Exercise objective: Quote the material below exactly as written, from the first line to the line that holds "x steps); the", endpoints included.

------ Information given

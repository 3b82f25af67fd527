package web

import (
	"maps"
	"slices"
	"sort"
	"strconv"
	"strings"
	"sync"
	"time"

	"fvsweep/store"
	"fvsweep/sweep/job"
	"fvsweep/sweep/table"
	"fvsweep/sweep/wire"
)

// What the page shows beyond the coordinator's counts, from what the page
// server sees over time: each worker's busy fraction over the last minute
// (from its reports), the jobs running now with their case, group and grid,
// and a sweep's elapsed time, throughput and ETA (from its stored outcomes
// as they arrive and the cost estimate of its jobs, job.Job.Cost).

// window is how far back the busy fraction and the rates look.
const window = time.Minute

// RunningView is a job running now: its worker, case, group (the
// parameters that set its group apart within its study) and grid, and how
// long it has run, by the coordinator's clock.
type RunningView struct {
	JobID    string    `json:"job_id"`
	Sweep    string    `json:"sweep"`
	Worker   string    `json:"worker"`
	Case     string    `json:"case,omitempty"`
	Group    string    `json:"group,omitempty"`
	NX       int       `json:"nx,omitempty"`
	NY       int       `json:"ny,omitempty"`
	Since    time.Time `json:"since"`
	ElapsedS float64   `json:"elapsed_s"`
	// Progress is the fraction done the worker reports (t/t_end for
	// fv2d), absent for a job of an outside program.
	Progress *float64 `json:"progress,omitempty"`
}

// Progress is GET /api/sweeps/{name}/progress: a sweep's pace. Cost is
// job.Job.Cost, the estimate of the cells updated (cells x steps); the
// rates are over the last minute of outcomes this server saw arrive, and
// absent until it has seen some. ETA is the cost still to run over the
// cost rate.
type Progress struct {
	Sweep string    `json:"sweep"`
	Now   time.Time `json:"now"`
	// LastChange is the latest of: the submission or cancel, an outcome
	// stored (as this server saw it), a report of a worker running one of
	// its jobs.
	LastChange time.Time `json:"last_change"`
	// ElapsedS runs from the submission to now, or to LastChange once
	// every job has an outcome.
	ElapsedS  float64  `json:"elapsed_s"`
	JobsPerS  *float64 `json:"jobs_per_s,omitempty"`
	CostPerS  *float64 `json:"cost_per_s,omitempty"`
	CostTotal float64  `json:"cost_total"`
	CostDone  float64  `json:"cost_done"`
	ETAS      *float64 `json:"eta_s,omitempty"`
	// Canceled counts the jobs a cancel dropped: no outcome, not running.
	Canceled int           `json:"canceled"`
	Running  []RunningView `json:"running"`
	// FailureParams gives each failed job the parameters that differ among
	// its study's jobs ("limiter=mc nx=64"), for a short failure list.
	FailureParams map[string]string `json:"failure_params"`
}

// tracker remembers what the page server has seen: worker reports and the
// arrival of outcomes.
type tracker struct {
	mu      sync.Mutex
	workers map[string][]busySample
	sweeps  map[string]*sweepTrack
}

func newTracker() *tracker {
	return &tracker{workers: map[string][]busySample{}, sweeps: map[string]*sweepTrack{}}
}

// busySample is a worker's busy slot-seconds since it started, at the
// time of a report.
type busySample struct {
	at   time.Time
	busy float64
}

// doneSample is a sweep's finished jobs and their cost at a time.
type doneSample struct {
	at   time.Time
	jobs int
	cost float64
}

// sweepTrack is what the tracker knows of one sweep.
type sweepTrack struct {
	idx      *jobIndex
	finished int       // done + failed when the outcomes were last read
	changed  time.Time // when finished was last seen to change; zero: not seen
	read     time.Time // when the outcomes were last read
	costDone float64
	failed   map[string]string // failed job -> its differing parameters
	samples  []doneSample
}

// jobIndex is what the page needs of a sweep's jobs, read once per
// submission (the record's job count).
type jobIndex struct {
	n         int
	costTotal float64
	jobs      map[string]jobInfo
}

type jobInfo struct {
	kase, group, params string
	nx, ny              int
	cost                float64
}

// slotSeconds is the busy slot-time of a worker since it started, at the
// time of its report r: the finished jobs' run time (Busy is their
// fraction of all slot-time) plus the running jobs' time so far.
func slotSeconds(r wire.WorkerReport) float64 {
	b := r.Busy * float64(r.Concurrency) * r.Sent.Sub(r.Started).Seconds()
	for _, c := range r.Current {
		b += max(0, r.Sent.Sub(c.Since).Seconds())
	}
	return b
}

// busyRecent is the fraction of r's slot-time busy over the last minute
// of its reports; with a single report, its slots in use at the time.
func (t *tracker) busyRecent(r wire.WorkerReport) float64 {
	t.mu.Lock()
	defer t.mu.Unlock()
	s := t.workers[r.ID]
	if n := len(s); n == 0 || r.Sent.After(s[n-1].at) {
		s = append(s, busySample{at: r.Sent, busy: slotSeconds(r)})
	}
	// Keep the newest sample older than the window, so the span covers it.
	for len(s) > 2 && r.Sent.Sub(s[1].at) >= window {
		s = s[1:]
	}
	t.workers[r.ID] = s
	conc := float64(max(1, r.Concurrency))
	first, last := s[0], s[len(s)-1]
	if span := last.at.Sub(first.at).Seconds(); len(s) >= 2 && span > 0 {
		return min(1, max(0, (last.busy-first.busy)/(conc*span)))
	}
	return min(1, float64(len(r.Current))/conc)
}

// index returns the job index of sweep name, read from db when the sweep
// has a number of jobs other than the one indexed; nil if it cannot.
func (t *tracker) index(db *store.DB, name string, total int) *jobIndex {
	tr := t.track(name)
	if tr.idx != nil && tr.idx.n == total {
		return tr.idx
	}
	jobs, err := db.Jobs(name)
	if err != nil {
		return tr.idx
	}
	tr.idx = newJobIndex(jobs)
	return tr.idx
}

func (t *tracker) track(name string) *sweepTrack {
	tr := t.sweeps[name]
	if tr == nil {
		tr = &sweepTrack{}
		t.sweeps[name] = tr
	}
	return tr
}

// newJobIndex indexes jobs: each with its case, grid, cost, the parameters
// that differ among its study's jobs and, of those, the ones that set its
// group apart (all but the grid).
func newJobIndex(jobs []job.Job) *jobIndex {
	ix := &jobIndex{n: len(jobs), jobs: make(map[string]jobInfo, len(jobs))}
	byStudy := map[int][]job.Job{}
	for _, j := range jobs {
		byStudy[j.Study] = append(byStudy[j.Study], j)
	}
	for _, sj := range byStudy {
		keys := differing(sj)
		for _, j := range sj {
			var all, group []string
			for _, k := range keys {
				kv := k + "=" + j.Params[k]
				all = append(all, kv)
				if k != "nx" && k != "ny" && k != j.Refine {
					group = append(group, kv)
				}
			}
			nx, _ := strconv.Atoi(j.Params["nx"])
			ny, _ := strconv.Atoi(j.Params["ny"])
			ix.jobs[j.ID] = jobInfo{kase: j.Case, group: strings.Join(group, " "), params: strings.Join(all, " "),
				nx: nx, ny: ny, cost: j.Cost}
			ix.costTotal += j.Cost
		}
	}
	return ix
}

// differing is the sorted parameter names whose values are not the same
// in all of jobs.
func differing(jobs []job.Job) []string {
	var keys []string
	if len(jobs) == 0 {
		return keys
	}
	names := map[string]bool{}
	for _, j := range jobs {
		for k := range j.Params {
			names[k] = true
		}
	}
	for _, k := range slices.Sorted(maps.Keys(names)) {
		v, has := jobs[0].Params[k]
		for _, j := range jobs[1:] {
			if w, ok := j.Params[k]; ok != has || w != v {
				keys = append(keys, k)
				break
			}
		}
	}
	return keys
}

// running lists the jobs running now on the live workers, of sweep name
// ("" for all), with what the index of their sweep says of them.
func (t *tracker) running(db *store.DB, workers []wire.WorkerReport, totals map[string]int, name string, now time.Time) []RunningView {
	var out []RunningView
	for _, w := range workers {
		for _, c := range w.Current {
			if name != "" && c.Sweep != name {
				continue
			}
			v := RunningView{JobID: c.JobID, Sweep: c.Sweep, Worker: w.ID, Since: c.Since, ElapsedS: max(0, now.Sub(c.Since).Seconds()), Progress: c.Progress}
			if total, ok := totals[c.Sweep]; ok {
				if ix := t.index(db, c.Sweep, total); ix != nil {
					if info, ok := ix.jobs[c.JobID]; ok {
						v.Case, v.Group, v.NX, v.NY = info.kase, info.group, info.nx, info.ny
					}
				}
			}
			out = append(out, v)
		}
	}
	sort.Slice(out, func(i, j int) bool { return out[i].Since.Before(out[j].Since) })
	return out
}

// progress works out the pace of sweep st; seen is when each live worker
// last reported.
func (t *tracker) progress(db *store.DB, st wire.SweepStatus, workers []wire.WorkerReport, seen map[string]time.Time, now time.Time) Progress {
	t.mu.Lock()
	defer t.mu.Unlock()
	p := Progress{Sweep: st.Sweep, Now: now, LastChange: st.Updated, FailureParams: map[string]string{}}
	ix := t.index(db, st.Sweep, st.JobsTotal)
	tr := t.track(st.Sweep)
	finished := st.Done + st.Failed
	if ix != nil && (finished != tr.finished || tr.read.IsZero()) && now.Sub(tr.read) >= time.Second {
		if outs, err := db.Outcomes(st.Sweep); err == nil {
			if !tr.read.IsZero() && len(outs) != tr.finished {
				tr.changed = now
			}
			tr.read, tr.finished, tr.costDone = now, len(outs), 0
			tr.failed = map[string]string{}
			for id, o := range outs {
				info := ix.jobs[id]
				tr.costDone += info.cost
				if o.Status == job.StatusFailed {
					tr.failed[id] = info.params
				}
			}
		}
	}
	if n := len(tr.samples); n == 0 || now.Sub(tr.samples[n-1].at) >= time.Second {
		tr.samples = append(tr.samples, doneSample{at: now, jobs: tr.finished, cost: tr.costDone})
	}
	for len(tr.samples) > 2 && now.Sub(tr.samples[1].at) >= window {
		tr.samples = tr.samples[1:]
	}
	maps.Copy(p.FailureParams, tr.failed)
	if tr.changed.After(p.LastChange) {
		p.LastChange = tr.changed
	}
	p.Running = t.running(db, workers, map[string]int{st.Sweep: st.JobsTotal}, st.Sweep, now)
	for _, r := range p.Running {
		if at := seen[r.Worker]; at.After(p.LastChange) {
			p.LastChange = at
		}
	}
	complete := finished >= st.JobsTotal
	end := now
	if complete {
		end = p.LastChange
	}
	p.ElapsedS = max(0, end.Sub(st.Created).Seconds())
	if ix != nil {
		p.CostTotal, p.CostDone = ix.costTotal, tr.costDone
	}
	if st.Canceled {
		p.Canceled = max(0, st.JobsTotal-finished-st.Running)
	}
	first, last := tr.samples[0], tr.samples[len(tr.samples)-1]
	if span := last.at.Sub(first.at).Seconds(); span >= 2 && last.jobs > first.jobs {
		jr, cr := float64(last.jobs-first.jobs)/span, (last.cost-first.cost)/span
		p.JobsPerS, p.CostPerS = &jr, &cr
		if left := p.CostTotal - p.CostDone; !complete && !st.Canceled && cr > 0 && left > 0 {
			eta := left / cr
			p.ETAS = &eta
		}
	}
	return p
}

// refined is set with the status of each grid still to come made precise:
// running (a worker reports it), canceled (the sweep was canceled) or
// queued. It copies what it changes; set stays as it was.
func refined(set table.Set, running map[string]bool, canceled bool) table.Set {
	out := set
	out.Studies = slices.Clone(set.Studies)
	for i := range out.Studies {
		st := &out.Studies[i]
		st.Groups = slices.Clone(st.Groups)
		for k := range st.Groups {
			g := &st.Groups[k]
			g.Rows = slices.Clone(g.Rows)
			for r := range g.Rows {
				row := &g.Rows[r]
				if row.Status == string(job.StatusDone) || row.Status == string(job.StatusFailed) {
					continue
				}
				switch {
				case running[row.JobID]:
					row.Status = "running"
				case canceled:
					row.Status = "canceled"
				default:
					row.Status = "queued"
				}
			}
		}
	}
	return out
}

------------

Result of the exercise:
repository 3b82f25af67fd527
package web

import (
	"maps"
	"slices"
	"sort"
	"strconv"
	"strings"
	"sync"
	"time"

	"fvsweep/store"
	"fvsweep/sweep/job"
	"fvsweep/sweep/table"
	"fvsweep/sweep/wire"
)

// What the page shows beyond the coordinator's counts, from what the page
// server sees over time: each worker's busy fraction over the last minute
// (from its reports), the jobs running now with their case, group and grid,
// and a sweep's elapsed time, throughput and ETA (from its stored outcomes
// as they arrive and the cost estimate of its jobs, job.Job.Cost).

// window is how far back the busy fraction and the rates look.
const window = time.Minute

// RunningView is a job running now: its worker, case, group (the
// parameters that set its group apart within its study) and grid, and how
// long it has run, by the coordinator's clock.
type RunningView struct {
	JobID    string    `json:"job_id"`
	Sweep    string    `json:"sweep"`
	Worker   string    `json:"worker"`
	Case     string    `json:"case,omitempty"`
	Group    string    `json:"group,omitempty"`
	NX       int       `json:"nx,omitempty"`
	NY       int       `json:"ny,omitempty"`
	Since    time.Time `json:"since"`
	ElapsedS float64   `json:"elapsed_s"`
	// Progress is the fraction done the worker reports (t/t_end for
	// fv2d), absent for a job of an outside program.
	Progress *float64 `json:"progress,omitempty"`
}

// Progress is GET /api/sweeps/{name}/progress: a sweep's pace. Cost is
// job.Job.Cost, the estimate of the cells updated (cells x steps); the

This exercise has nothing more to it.